*DIRECTIONS*.
Using the listing below, set down exactly the lines starting at the line that contains "if anything is." and ending at the line that contains "issues of where", both included, and no others.

*RECORDED DATA*.

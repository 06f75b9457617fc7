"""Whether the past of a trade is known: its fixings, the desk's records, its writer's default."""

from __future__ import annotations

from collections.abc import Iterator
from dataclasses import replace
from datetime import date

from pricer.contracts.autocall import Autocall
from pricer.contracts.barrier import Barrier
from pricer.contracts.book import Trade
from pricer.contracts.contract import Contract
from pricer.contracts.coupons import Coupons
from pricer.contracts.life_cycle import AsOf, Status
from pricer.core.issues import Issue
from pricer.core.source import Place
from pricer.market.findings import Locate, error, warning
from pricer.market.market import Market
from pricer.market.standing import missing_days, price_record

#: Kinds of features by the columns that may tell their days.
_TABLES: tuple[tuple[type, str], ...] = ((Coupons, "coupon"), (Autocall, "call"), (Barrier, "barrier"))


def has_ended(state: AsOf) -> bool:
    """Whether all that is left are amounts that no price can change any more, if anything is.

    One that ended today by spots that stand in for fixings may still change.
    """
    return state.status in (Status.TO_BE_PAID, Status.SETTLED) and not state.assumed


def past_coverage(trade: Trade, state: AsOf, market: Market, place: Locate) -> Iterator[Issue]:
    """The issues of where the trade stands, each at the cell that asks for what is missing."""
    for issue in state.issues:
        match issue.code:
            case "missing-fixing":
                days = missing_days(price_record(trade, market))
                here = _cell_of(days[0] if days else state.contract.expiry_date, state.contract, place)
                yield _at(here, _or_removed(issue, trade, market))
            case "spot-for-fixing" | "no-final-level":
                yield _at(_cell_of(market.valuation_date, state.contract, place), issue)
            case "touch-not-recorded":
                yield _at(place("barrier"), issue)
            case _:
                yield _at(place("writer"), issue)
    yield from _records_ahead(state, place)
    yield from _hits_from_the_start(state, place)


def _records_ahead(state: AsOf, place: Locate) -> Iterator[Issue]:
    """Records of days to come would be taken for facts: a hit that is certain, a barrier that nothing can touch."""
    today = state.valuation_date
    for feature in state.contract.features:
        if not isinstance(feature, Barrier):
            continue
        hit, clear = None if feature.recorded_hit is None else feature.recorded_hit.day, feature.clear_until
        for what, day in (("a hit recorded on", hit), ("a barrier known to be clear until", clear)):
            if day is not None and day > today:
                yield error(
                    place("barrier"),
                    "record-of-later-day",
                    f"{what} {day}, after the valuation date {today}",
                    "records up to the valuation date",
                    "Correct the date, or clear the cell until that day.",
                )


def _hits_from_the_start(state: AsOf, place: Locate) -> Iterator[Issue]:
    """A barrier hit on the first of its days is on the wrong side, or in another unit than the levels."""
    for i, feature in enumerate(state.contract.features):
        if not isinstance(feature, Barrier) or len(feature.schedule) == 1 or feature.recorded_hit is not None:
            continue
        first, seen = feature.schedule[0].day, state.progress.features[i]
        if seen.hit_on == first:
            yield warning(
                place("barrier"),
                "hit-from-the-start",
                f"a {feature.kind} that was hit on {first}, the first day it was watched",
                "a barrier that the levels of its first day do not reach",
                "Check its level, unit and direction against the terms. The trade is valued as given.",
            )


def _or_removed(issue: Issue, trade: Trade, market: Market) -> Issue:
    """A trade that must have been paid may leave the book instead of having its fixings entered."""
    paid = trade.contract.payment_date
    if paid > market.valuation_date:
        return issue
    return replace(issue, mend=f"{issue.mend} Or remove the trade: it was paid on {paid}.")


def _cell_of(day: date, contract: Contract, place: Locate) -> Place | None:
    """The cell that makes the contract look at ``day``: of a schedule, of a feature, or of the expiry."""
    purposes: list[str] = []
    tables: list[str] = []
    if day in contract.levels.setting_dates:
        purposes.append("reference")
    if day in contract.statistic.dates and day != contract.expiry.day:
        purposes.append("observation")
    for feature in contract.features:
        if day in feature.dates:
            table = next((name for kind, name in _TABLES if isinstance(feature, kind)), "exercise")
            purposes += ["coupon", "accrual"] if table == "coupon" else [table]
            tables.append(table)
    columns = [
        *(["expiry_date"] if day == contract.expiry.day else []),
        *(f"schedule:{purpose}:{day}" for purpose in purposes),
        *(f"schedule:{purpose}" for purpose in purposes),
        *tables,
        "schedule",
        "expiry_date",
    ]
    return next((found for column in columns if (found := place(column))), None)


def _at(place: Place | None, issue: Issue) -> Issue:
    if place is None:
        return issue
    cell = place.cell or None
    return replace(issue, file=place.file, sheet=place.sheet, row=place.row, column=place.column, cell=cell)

*SOLUTION TO THIS EXERCISE*.
    """Whether all that is left are amounts that no price can change any more, if anything is.

    One that ended today by spots that stand in for fixings may still change.
    """
    return state.status in (Status.TO_BE_PAID, Status.SETTLED) and not state.assumed


def past_coverage(trade: Trade, state: AsOf, market: Market, place: Locate) -> Iterator[Issue]:
    """The issues of where the trade stands, each at the cell that asks for what is missing."""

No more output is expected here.